# Getting kids into schools in Canada



## recee (Aug 13, 2012)

Hi,my family is planning to relocate to Canada. We are Irish citizens. Does anyone know how to get kids into primary schools? Is it a long process?:confused


----------



## LindaDoyle (Nov 5, 2010)

recee said:


> Hi,my family is planning to relocate to Canada. We are Irish citizens. Does anyone know how to get kids into primary schools? Is it a long process?:confused


Hi, no its not a long process at all. Very straight forward in fact. Bring all reports from previous school and they will have a good idea what level your child is at, your child will be put into the grade he/she should be in by age. My two sobs went straight into elementary school from Ireland to here, one boy aged 9 went into grade five and other boy aged 5 went into kindergarten. The schooling here is excellent on my own opinion.
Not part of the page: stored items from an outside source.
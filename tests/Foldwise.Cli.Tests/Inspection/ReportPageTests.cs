using System.Net;
using System.Text.Json;
using System.Text.RegularExpressions;
using Foldwise.Testing;
using Xunit.Abstractions;

namespace Foldwise.Cli.Tests.Inspection;

[Trait(Lane.Key, Lane.Slow)]
public sealed partial class ReportPageTests(ITestOutputHelper output) : IDisposable
{
    private readonly InspectedStore store = new(finished: true);

    public void Dispose() => store.Dispose();

    [Fact]
    public void Report_is_one_self_contained_page_whose_charts_match_the_store_and_open_in_a_browser_cleanly()
    {
        // Given a finished search's store
        string page = Path.Combine(store.Folder, "report.html");

        // When a lead writes its report
        var run = CliHarness.Run("report", store.Path, "--out", page);

        // Then one HTML file is written in one move (no temporary file left beside it)
        Assert.True(run.ExitCode == 0, run.Output);
        Assert.Contains("Wrote", run.Output);
        Assert.Equal(["report.html", "search.db"], Directory.GetFiles(store.Folder).Select(Path.GetFileName).Where(n => !n!.EndsWith(".lock", StringComparison.Ordinal)).Order());
        string html = File.ReadAllText(page);

        // And it loads nothing from elsewhere: no linked style, script, image or font; "http" only in SVG namespaces
        Assert.DoesNotMatch(@"<link|<script[^>]*src|<img|<iframe|@import|url\((?!#)", html);
        Assert.All(HttpMentions().Matches(html), m => Assert.Matches(@"^http://www\.w3\.org/(2000/svg|1999/xlink)$", m.Value));

        // And each chart's series are those of the store (series → points)
        var charts = Charts(html);
        Assert.Equal(new Dictionary<string, int> { ["fasttree"] = 1, ["lightgbm"] = 2 }, charts["best-over-time"]);
        Assert.Equal(new Dictionary<string, int> { ["fasttree"] = 2, ["lightgbm"] = 2 }, charts["rung-reach"]);
        Assert.Equal(new Dictionary<string, int> { ["fasttree"] = 1, ["lightgbm"] = 2 }, charts["blend-weights"]);
        Assert.Equal(new Dictionary<string, int> { ["predicted-vs-actual"] = 12, ["residuals"] = 12 }, charts["oof-fit"]);
        Assert.Equal(new Dictionary<string, int> { ["w1/0"] = 1, ["w1/1"] = 2, ["w2/0"] = 1, ["w2/1"] = 1 }, charts["timeline"]);
        Assert.Equal(new Dictionary<string, int> { ["constant"] = 1, ["duplicate"] = 1, ["kept"] = 3, ["too few non-zero"] = 0, ["all missing"] = 0, ["nearly unique text"] = 0 }, charts["screening"]);
        Assert.Equal(new Dictionary<string, int> { ["fasttree"] = 1, ["lightgbm"] = 2 }, charts["noise-floor"]);

        // And it opens with the project's own views: how far candidates got, the noise floor, the blend and its diversity, its fit
        var order = ChartSectionTag().Matches(html).Select(m => m.Groups["id"].Value).ToList();
        Assert.Equal(["rung-reach", "noise-floor", "blend-weights", "oof-correlations", "oof-fit"], order.Take(5));
        Assert.Equal(new Dictionary<string, int> { ["members"] = 3 }, charts["oof-correlations"]);
        Assert.Contains("Mean correlation of out-of-fold predictions between members of one family", html);
        Assert.Contains("2 of 3 pool members from 2 of 2 families carry weight, worth 1.7 equally weighted members", html);

        // And the familiar views follow under the project's questions, not as the lead and not under generic titles
        Assert.Equal(["What the search found", "Were the definition&#39;s ranges well placed?", "How the search spent its time"], PartHeading().Matches(html).Select(m => m.Groups[1].Value));
        Assert.True(order.IndexOf("best-over-time") > order.IndexOf("param-leaves"), "time comes after the ranges");
        Assert.DoesNotContain("Best score over time", html);
        Assert.DoesNotContain("Score against", html);
        Assert.Contains("leaves within its range", html);

        // And one small chart per searched parameter: fasttree has no l2, so that chart shows lightgbm only
        Assert.Equal(["param-feature-fraction", "param-l2", "param-learning-rate", "param-leaves", "param-min-leaf-rows", "param-row-fraction"],
            charts.Keys.Where(k => k.StartsWith("param-", StringComparison.Ordinal)).Order(StringComparer.Ordinal));
        Assert.Equal(new Dictionary<string, int> { ["lightgbm"] = 1 }, charts["param-l2"]);
        Assert.Equal(new Dictionary<string, int> { ["fasttree"] = 1, ["lightgbm"] = 1 }, charts["param-leaves"]);

        // And every chart says what a lead reads from it, and the cautions close the page
        Assert.Equal(charts.Count, Regex.Count(html, "<p class=\"reading\">[^<]{40,}</p>"));
        Assert.Contains("fairness and regulatory review", html);
        Assert.Contains("Foldwise measures accuracy only", html);
        Assert.Contains("A cross-validated score is an estimate", html);

        // When a browser opens it
        string shot = Path.Combine(AppContext.BaseDirectory, "screenshots", "report.png");
        Directory.CreateDirectory(Path.GetDirectoryName(shot)!);
        File.Delete(shot);
        var browser = HeadlessChromium.Open(page, shot);
        output.WriteLine($"Report screenshot: {shot}");

        // Then it renders every chart with no console message, and the screenshot holds a drawn page
        Assert.True(browser.ExitCode == 0, browser.Stderr);
        Assert.Empty(browser.ConsoleLines);
        Assert.True(new FileInfo(shot).Length > 20_000, "the screenshot is nearly empty");
        Assert.Equal(charts.Count, Regex.Count(browser.Dom, "<section class=\"chart[^\"]*\" id=\"[^\"]+\""));
        Assert.Equal(charts.Count, Regex.Count(browser.Dom, "<svg ")); // the OOF chart holds two panels, the correlation table none
    }

    [Fact]
    public void The_browser_check_catches_an_uncaught_script_error()
    {
        // Given a page that throws (a check that could not see this would pass any page)
        string page = Path.Combine(store.Folder, "bad.html");
        File.WriteAllText(page, "<!DOCTYPE html><html><body><script>throw new Error('broken-chart')</script></body></html>");

        // When it is opened
        var browser = HeadlessChromium.Open(page, Path.Combine(store.Folder, "bad.png"), 400, 300);

        // Then the error is reported
        Assert.Contains(browser.ConsoleLines, l => l.Contains("broken-chart", StringComparison.Ordinal));
    }

    private static Dictionary<string, Dictionary<string, int>> Charts(string html) =>
        ChartSectionTag().Matches(html).ToDictionary(
            m => m.Groups["id"].Value,
            m => JsonSerializer.Deserialize<Dictionary<string, int>>(WebUtility.HtmlDecode(m.Groups["series"].Value))!);

    [GeneratedRegex("<section class=\"chart[^\"]*\" id=\"(?<id>[^\"]+)\" data-chart=\"[^\"]+\" data-series=\"(?<series>[^\"]*)\"")]
    private static partial Regex ChartSectionTag();

    [GeneratedRegex("<h2 class=\"part\">([^<]+)</h2>")]
    private static partial Regex PartHeading();

    [GeneratedRegex(@"https?://[^""'\s<>)]+")]
    private static partial Regex HttpMentions();
}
Good luck.


----------



## recee (Aug 13, 2012)

Thanks Linda,you are very kind to reply and offer advice. Glad to hear it's quite straight forward. Would you also know how long the study permit takes to obtain? I read one needs to get a study permit for kids before they can attend schools.


----------



## LindaDoyle (Nov 5, 2010)

If your coming here on lmo you can get the work permit and study permit at the same time, some border officials will even let your kids enter on visitor status and this will allow them attend elementary school, that's what we did the first time, but when we renewed the permits we applied for separate study visas cos we did it all online. Hope this helps.


----------



## EVHB (Feb 11, 2008)

With our without visa, the schools are obliged to enroll your kids. ;-) (even if you were illegal!)

It can depend upon the school district if they place kids right away in a class with all children born in the same year, of that they take a kind of placement test (Math and English if the latter is not your native language). So even in 1 town there can be a difference between the catholic and the public school board.


----------



## LindaDoyle (Nov 5, 2010)

With the greatest respect you cannot enroll a child in school if you are here illegally, the school requests a copy of the work permit or study permit. In our case we also had to produce passports and proof of address here in this country. So this is my experience. As for year the child is placed into it is also my experience that the child is always put in with the same aged group, and in our situation, our 10 year old was put into grade 5. All schools will have their own policies but I'm giving my first hand experience of what happened when we came here last year. My son was assessed at the beginning to ascertain if this was the right level to put him into and they also took the previous school reports into account, making sure that they kept him at the level he would have been at home in Ireland. I know nothing about catholic schools apart from the fact that they are usually expensive. I hope this helps and as I think I've said before everyone will have their own advice to offer but this is my first hand experience having just done it last year. Good luck.


----------



## EVHB (Feb 11, 2008)

LindaDoyle said:


> With the greatest respect you cannot enroll a child in school if you are here illegally, the school requests a copy of the work permit or study permit.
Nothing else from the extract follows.